Eu não sei quando exatamente eu me perdi, eu estava feliz, eu estava vivendo, eu estava
aproveitando muito tudo ao meu redor. E de repente tudo parou de fazer sentido, eu percebi
que eu não sabia quem eu era, me sobrou quase nada. Além de saber que eu era um
garoto assustado que fingia ser forte, eu só queria um amor. Eu queria logo uma vida pra
chamar de minha, uma casa, uma família, eu queria algo meu.
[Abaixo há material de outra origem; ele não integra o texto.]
/** The arc that a marker draws in the picture: its centre, its radius in pixels, and how the plumb line leans there. */
import { solveSymmetric } from '../numeric/linearAlgebra.ts';

export interface Arc {
  readonly status: 'fitted';
  /** px, y downward. */
  readonly centre: readonly [across: number, down: number];
  readonly radius: number;
  /** Standard uncertainty of the radius by the scatter of the points about the arc, px. */
  readonly uRadius: number;
  /** sd of the points off the arc, px. */
  readonly noise: number;
  /** Angle that the points span about the centre, rad. */
  readonly span: number;
  /** Covariance of the centre, px². */
  readonly covariance: readonly [acrossAcross: number, acrossDown: number, downDown: number];
}

export type ArcResult = Arc | { readonly status: 'tooFew' | 'tooShort' };

/** Points that are fitted; of more, evenly some. */
const MOST = 4000;
const FEWEST = 20;
const ROUNDS = 60;
const SETTLED = 1e-10;
/** A radius known to no better than this part of itself is none. */
const NOT_TOLD = 0.2;
/** The height of the arc over the scatter: below, the nearest circle is one through the scatter, and too small. */
const LEAST_HEIGHT = 2;

/** Distances from a circle and their slopes, summed for a Gauss–Newton step. */
function step(u: readonly number[], v: readonly number[], a: number, b: number, r: number): { readonly squares: number; readonly normal: number[][]; readonly right: number[] } {
  const normal = [[0, 0, 0], [0, 0, 0], [0, 0, 0]];
  const right = [0, 0, 0];
  let squares = 0;
  for (let i = 0; i < u.length; i++) {
    const [du, dv] = [u[i]! - a, v[i]! - b];
    const d = Math.hypot(du, dv) || 1e-12;
    const off = d - r;
    const row = [-du / d, -dv / d, -1];
    squares += off * off;
    for (let j = 0; j < 3; j++) {
      right[j]! -= row[j]! * off;
      for (let k = 0; k < 3; k++) normal[j]![k]! += row[j]! * row[k]!;
    }
  }
  return { squares, normal, right };
}

/** The circle by the linear least squares of u² + v² on u, v and 1. Source: I. Kåsa, IEEE Trans. Instrum. Meas. 25 (1976) 8, from memory. */
function start(u: readonly number[], v: readonly number[]): readonly [number, number, number] | null {
  const normal = [[0, 0, 0], [0, 0, 0], [0, 0, 0]];
  const right = [0, 0, 0];
  for (let i = 0; i < u.length; i++) {
    const row = [u[i]!, v[i]!, 1];
    const y = u[i]! ** 2 + v[i]! ** 2;
    for (let j = 0; j < 3; j++) {
      right[j]! += row[j]! * y;
      for (let k = 0; k < 3; k++) normal[j]![k]! += row[j]! * row[k]!;
    }
  }
  const solved = solveSymmetric(normal, right);
  if (solved.status !== 'solved') return null;
  const [a, b] = [solved.x[0]! / 2, solved.x[1]! / 2];
  const r2 = solved.x[2]! + a * a + b * b;
  return r2 > 0 ? [a, b, Math.sqrt(r2)] : null;
}

/**
 * The circle nearest to the points, by the sum of their squared distances.
 *
 * Valid: an arc whose height stands clear of the scatter; points of one circle, as the picture of a plane parallel to the camera's is.
 * Source: geometric least squares by Gauss–Newton steps, derived.
 */
export function fitArc(across: Float64Array, down: Float64Array, use?: Uint8Array): ArcResult {
  const places: number[] = [];
  for (let i = 0; i < across.length; i++) if (use?.[i] !== 0 && Number.isFinite(across[i]!) && Number.isFinite(down[i]!)) places.push(i);
  if (places.length < FEWEST) return { status: 'tooFew' };
  const every = Math.ceil(places.length / MOST);
  const some = places.filter((_, k) => k % every === 0);
  const mean = (of: Float64Array): number => some.reduce((sum, i) => sum + of[i]!, 0) / some.length;
  const [mu, mv] = [mean(across), mean(down)];
  // About their mean and in units of their reach, so that nothing is lost in large numbers.
  const reach = Math.sqrt(some.reduce((sum, i) => sum + (across[i]! - mu) ** 2 + (down[i]! - mv) ** 2, 0) / some.length);
  if (!(reach > 0)) return { status: 'tooShort' };
  const [u, v] = [some.map((i) => (across[i]! - mu) / reach), some.map((i) => (down[i]! - mv) / reach)];
  const begun = start(u, v);
  if (!begun) return { status: 'tooShort' };
  let [a, b, r] = begun;
  let here = step(u, v, a, b, r);
  for (let round = 0; round < ROUNDS; round++) {
    const solved = solveSymmetric(here.normal, here.right);
    if (solved.status !== 'solved') return { status: 'tooShort' };
    let part = 1;
    let next = step(u, v, a + solved.x[0]!, b + solved.x[1]!, r + solved.x[2]!);
    while (next.squares > here.squares * (1 + 1e-12) && part > 1e-4) {
      part /= 2;
      next = step(u, v, a + part * solved.x[0]!, b + part * solved.x[1]!, r + part * solved.x[2]!);
    }
    [a, b, r, here] = [a + part * solved.x[0]!, b + part * solved.x[1]!, r + part * solved.x[2]!, next];
    if (Math.abs(part * solved.x[2]!) < SETTLED * r) break;
  }
  const [ea, eb, er] = [0, 1, 2].map((j) => solveSymmetric(here.normal, [0, 1, 2].map((k) => (k === j ? 1 : 0))));
  if (ea!.status !== 'solved' || eb!.status !== 'solved' || er!.status !== 'solved') return { status: 'tooShort' };
  const variance = (here.squares / (u.length - 3)) * reach * reach;
  const uRadius = Math.sqrt(variance * er!.x[2]!);
  if (!(uRadius < NOT_TOLD * r * reach)) return { status: 'tooShort' };
  const middle = Math.atan2(-b, -a);
  const turns = u.map((value, i) => Math.atan2(Math.sin(Math.atan2(v[i]! - b, value - a) - middle), Math.cos(Math.atan2(v[i]! - b, value - a) - middle)));
  const span = turns.reduce((m, x) => Math.max(m, x), -Infinity) - turns.reduce((m, x) => Math.min(m, x), Infinity);
  if (!(r * reach * (1 - Math.cos(Math.min(Math.PI, span / 2))) > LEAST_HEIGHT * Math.sqrt(variance) && r * reach > 5 * LEAST_HEIGHT * Math.sqrt(variance))) return { status: 'tooShort' };
  return {
    status: 'fitted', centre: [mu + a * reach, mv + b * reach], radius: r * reach, uRadius, noise: Math.sqrt(variance), span,
    covariance: [variance * ea!.x[0]!, variance * ea!.x[1]!, variance * eb!.x[1]!],
  };
}

/**
 * How the plumb line leans in the picture: the angle of (rest − centre) from straight down, positive towards larger `across`, rad, and its u.
 * A lean makes x = R sin θ short by cos of it, and no difference to angles about a tracked pivot.
 */
export function leanOf({ centre: [a, b], covariance: [aa, ab, bb] }: Pick<Arc, 'centre' | 'covariance'>, rest: readonly [across: number, down: number]): { readonly value: number; readonly u: number } {
  const [du, dv] = [rest[0] - a, rest[1] - b];
  const d2 = du * du + dv * dv;
  // ∂/∂a = −dv/d², ∂/∂b = du/d².
  return { value: Math.atan2(du, dv), u: Math.sqrt(Math.max(0, (dv * dv * aa - 2 * du * dv * ab + du * du * bb) / (d2 * d2))) };
}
Sair de casa e ir pra faculdade em outra cidade não foi o suficiente, eu não passei a ter
muita coisa nova. Na verdade agora falta. Eu tenho no máximo um endereço, e já uso ele
pra tudo, eu sei que é engraçado mas em uma semana eu já sabia meu CEP. Eu tenho uma
rede de wi-fi só nossa, e uma conta que chega no meu nome. Mas eu não tô vivendo, eu só
tô reagindo a graduação. O nosso apartamento com meus amigos não é uma casa,
infelizmente.

Eu não sei onde eu me perdi, eu vivi essa história na minha cabeça várias vezes, eu
envelheci, eu encontrei alguém, eu tinha uma boa vida profissional e eu era feliz. Foi muito
mais fácil nas minhas fantasias. Na vida real eu ainda me sinto uma criança, eu nunca
encontrei ninguém que eu amasse e pudesse passar mais de 3 meses junto, e a graduação
só testa meus limites. Muitas vezes eu não tomo café da manhã porque me falta dinheiro.
Nas minhas fantasias a gente tomava café da manhã na cama.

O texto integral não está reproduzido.